All in all this group did a wonderful job of putting the event together, and it was amazing to be a part of it.
This was another occasion where I live tweeted the proceedings through @PYBRMIT, so I only have a few extra things to say.
It was extremely unfortunate that this had to take place the morning after CommBall2012, as I feel this greatly impacted the turnout. However, as the 'Events' seminar they were probably best suited to deal with this.
The poster design for this week was incredibly engaging (I heard quite a few people from outside MI talking about it) and I was really interested in what they would have to say, as I never really thought about events as an option. I found it rather an odd perspective at first, considering that it would traditionally be more suited to a PR or events management stream. However, through the course of the seminar I realised that many of the roles the guests were discussing were similar to the roles Producers take on when working on a film. When you're dealing with strategies, safety reports, preparation and Murphy's law, putting on an event really doesn't seem all that different to producing a film, as the core skills are essentially the same.
I feel that by third year, most people have more-or-less worked out what field they'd like to get into, so for most of us the seminars simply supplemented that. This was the only seminar that really opened my eyes to a whole new career path, and that's an exceptional feat.
Points also goes to them for offering a prize (a bottle of wine) to a random person sitting in the first two seats, as it was a great way to encourage people to sit in the front and not have the place look so empty. Kudos.
So building on from my livetweeting of the event (mostly from the @PYBRMIT twitter account, a lot of which is documented through our Storify) where I documented everything that happened, I thought I'd briefly build on this by discussing some of my personal impressions of the event.

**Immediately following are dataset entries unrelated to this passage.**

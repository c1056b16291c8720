import type { ColumnKind, Received } from "../columns.ts";
import type {
  PortfolioDefaults,
  PortfolioResult,
  PortfolioSite,
  PortfolioSiteProblem,
  PortfolioTotals,
  Problem,
} from "../generated/schema.ts";

/** What the sites of a portfolio share: candidates, baseline, and whatever else a site leaves out. */
export type PortfolioDefaultsRequest = Omit<PortfolioDefaults, "kind">;

/** One site: an id of its own, and what it does not have from the defaults. */
export type PortfolioSiteRequest = Omit<PortfolioSite, "kind">;

/** A site that was refused, and why. */
export interface PortfolioRefusal extends Pick<PortfolioSiteProblem, "kind" | "problem"> {
  readonly id: string;
  /** What is wrong with the climate that the site names, where that was refused. */
  readonly climateProblem?: Problem;
}

/** What became of a site. */
export type PortfolioLine<C extends ColumnKind = "plain"> = Received<PortfolioResult, C> | PortfolioRefusal;

/** What the sites come to that were handed over. */
export interface MergedTotals extends Omit<PortfolioTotals, "kind" | "version"> {
  /** The versions of the services that computed the answers, in the order of their names; one, unless an update went on. */
  readonly versions: string[];
}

I think this group did an excellent job of running a seminar first off the bat, and they have to be given credit for that. All other groups had an established format of what to do, how to do it, and what to submit at the end - not Filmenstein. They also came up with a collection of amazing guests for the seminar (although, to be fair, most people were more excited about Glendyn Ivin directing Puberty Blues, the television show).
The concept itself was a little tricky for me to get my head around. I could see what they were trying to do - have a script, and see it completed from beginning to end, but I think the guests struggled with this as the script was (deliberately) bad. It was an interesting attempt at engaging interest for the seminar, however in my point of view they would have been slightly better off skipping that and simply talking about the process, without this 'movie' to refer to. It did provide some context, but it was also confusing.
Other than that, this seminar ran phenomenally well. I was surprised at how many unfamiliar faces crept in to the audience. The success of this seminar also helped buoy the next few weeks, especially in peaking interest among the second years, so this was a very positive thing.
(Since I feel that the approaches we had to take in regards to producing and then distributing our audio files online were quite different processes, I have split them and will discuss each separately.)
Having the use of online collaboration was pretty much essential in all of the group work completed last semester (and over the break), both in our documentary groups and in Room With A View. For starters, most of our discussion and planning took place online in Facebook groups, where we could easily and frequently contact each other and share information - links, articles, ideas.
As I had never met anyone in both my Room With A View group or my tutorial group, as I was yet to share classes with any of them, having electronic communication as a tool was invaluable as we could easily discuss not only our ideas, but also meeting times and locations to further our discussion. Although this information could have been communicated through group emails, or text messages, there is arguably nothing these days that is as ‘instant’ and powerful in small group communication as the creation of a Facebook group and messaging therein, providing each member actually has a Facebook account. Facebook’s usefulness also came into play when one of the other RWAV groups was left with only two group members, everyone else being overseas. Through Facebook (and one of the member’s cry for help on the RMIT Media page) I was able to ‘raise my hand’ and volunteer to help them out, and was also ‘introduced’ to everyone else without having to meet them. I also had easy access to all their preproduction and was also able to cover a pre-recorded interview when one of the group members met with an accident. It is safe to say that without this kind of instantaneous electronic connection, the show would never have run as smoothly as it did.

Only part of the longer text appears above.